Zevin Asset Management, the SRI specialist, recently withdrew its lobbying disclosure proposals at Walmart and CenterPoint after coming to an agreement with each firm. Retailer Walmart has agreed to post its federal lobbying totals annually.
Power company CenterPoint has agreed to a number of initiatives: to summarize its lobbying policy and oversight procedures; to disclose its membership in named trade associations and 501( c ) (4) organisations above a $50,000 threshold. 501( c ) (4)s are named after the paragraph of the US tax code that governs them, they are limited tax exempt organisations that can engage in lobbying as long as this is not their primary purpose. CenterPoint will also link to its federal lobbying reports through (impossible to navigate) government websites.
The withdrawal comes on the heels of a similar resolution filed at CenterPoint by Zevin last year. This received the support of 44% of shareholders; a result that “surprised” the company, which then indicated that it would think about making the disclosures. A call with the company at the end of the summer last year did not result in any progress, nor did an e-mail in December, so Zevin refiled the resolution. However, in order to get the proposal off the ballot, CenterPoint agreed to the disclosures and the resolution was withdrawn.

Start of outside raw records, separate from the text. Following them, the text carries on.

"""How fast the resampling is, as ratios measured in one run: ``python tests/benchmarks/ratios.py``.

Each work is timed beside the plain way of doing it, in turn, several times; the median ratio is printed. A ratio holds
where a time does not: both ways share the machine and its moods.
"""

from __future__ import annotations

import statistics
import time
from collections.abc import Callable

import numpy as np
import numpy.typing as npt
from scipy import stats
from threadpoolctl import threadpool_limits

from labstat.comparison.moments import deming
from labstat.comparison.pair_slopes import pair_slopes
from labstat.comparison.passing_bablok import passing_bablok
from labstat.resample.engine import bootstrap

Array = npt.NDArray[np.float64]
RESAMPLES = 9999
ROUNDS = 3


def comparison(n: int) -> tuple[Array, Array]:
    """Results over two decades, both procedures with a CV of 5 %."""
    rng = np.random.default_rng(n)
    truth = 10.0 ** rng.uniform(0.0, 2.0, n)
    return truth * (1 + 0.05 * rng.standard_normal(n)), truth * (1 + 0.05 * rng.standard_normal(n))


def refit_passing_bablok(x: Array, y: Array) -> tuple[float, float]:
    """The line refitted from all pair slopes, as a loop over resamples would do it."""
    i, j = np.triu_indices(x.size, 1)
    dx, dy = x[j] - x[i], y[j] - y[i]
    keep = ((dx != 0) | (dy != 0)) & (dx + dy != 0)
    with np.errstate(divide="ignore"):
        slopes = np.sort(dy[keep] / dx[keep])
    size, below = slopes.size, int(np.count_nonzero(slopes < -1.0))
    if size % 2:
        slope = slopes[(size - 1) // 2 + below]
    else:
        slope = np.sqrt(slopes[size // 2 - 1 + below] * slopes[size // 2 + below])
    return float(slope), float(np.median(y - slope * x))


def loop(x: Array, y: Array, resamples: int) -> None:
    """The plain refit loop."""
    rng = np.random.default_rng(1)
    for _ in range(resamples):
        drawn = rng.integers(0, x.size, x.size)
        slope, intercept = refit_passing_bablok(x[drawn], y[drawn])
        _ = [intercept + (slope - 1.0) * at for at in (2.0, 10.0, 50.0)]


def by_counts(x: Array, y: Array) -> None:
    """Slope, intercept and three biases from counts."""
    draws = bootstrap(passing_bablok(x, y, pair_slopes(x, y)), x.size, resamples=RESAMPLES, seed=1)
    for at in (2.0, 10.0, 50.0):
        draws.combined([at, 1.0], -at)


def deming_vectorised(x: Array, y: Array) -> None:
    """scipy.stats.bootstrap with the Deming slope written for whole arrays."""

    def slope(a: Array, b: Array, axis: int) -> Array:
        da, db = a - a.mean(axis=axis, keepdims=True), b - b.mean(axis=axis, keepdims=True)
        u, q, p = (da * da).sum(axis=axis), (db * db).sum(axis=axis), (da * db).sum(axis=axis)
        found: Array = ((q - u) + np.sqrt((u - q) ** 2 + 4 * p * p)) / (2 * p)
        return found

    stats.bootstrap(
        (x, y), slope, paired=True, vectorized=True, n_resamples=RESAMPLES, method="percentile", batch=1000,
        rng=np.random.default_rng(1),
    )


def deming_by_counts(x: Array, y: Array) -> None:
    """Slope, intercept and three biases from counts."""
    draws = bootstrap(deming(x, y, 1.0), x.size, resamples=RESAMPLES, seed=1)
    for at in (2.0, 10.0, 50.0):
        draws.combined([at, 1.0], -at)


def seconds(work: Callable[[], None]) -> float:
    started = time.perf_counter()
    work()
    return time.perf_counter() - started


def ratio(name: str, plain: Callable[[], None], ours: Callable[[], None], *, scale: float = 1.0) -> None:
    """Time both in turn; ``scale`` makes up for a plain way that did a part of the work only."""
    ours()
    pairs = [(scale * seconds(plain), seconds(ours)) for _ in range(ROUNDS)]
    middle = statistics.median(a / b for a, b in pairs)
    print(f"{name}: {middle:.0f} times faster (plain {pairs[-1][0]:.2f} s, by counts {pairs[-1][1]:.3f} s)")


def main() -> None:
    with threadpool_limits(limits=1):
        for n, part in ((40, 300), (100, 200), (1000, 6)):
            x, y = comparison(n)
            ratio(
                f"Passing-Bablok against a refit loop, n = {n}, {RESAMPLES} resamples",
                lambda x=x, y=y, part=part: loop(x, y, part),  # type: ignore[misc]
                lambda x=x, y=y: by_counts(x, y),  # type: ignore[misc]
                scale=RESAMPLES / part,
            )
        x, y = comparison(100)
        ratio(
            f"Deming against scipy.stats.bootstrap, n = 100, {RESAMPLES} resamples",
            lambda: deming_vectorised(x, y), lambda: deming_by_counts(x, y),
        )


if __name__ == "__main__":
    main()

It is also not the first time that Zevin has engaged Walmart on lobbying disclosures. Last year, it also withdrew a resolution at Walmart after it took the precedent of disclosing the amounts it spends on lobbying state by state, making it the first company in the US to do so. Many companies make disclosures surrounding federal level lobbying expenditures, and, in fact, this put Walmart for a time, until the latest concession, in the unusual position of disclosing more data on lobbying spending at the state level than it did at the federal level.
The disclosures surrounding state spending by Walmart are worth a closer look. A report posted on the investor page of Walmart’s website lists amounts that are required to be disclosed by individual state. Note that Walmart does not disclose what it actually spends state by state but simply what it is required to disclose according to the regulations currently in place in each state. This produces some very odd disclosures, as we shall see.In addition, up until the most recent concession, Walmart also provided links to Congressional and Senate databases recording federal lobbying expenditures, in the same way that CenterPoint has agreed to. As we have said, these sites are opaque. It is much easier to go to the Center for Responsive Politics website and search there, as staff have done all the grunt work of collation.
Sonia Kowal, President at Zevin, said of last year’s concession: “Walmart did not want the resolution on the ballot and so was amenable to a compromise in exchange for a withdrawal. We were surprised that the compromise they chose was to disclose their state by state lobbying payments.” While it has now decided to disclose its federal expenditures too, it is still resistant to disclosing trade association payments. Kowal surmised that the company’s reasoning behind not disclosing trade association spending was because it did not want to make public such payments because of fears competitors might see that the store was getting into other areas of sales and products. She added that state level lobbying was likely “dwarfed by indirect trade association and perhaps even grassroots lobbying at lower levels such as spending on persuading towns to allow new Walmart stores to be opened there.”
So now let us look at the limits to the extent of Walmart’s disclosures. Twenty-three states, for example, do not require lobbying payments to be disclosed, so spending recorded for them is not representative of actual amounts. Walmart recorded that it spent $14.32 [no, that is not a misplaced decimal point], or the equivalent of about £10 or €13, in Georgia and West Virginia, two of the states that don’t require the disclosures. The largest amounts recorded were in California ($319,000) and Maryland ($274,000), states where disclosure regulations are relatively robust.
Zevin was also in dialogue, both in person and by phone, with Walt Disney about increasing its lobbying disclosures – again as a result of filing a shareholder resolution – but Kowal said that the company was intransigent and that the resolution would go to a vote on March 3 (today). “Disney is very opposed to trade association disclosures,” she added.
With this being an election year, it is likely that there will be yet more proposals on both the issue of lobbying disclosures and on the disclosure of political contributions, it is also likely that support for them among shareholders will rise.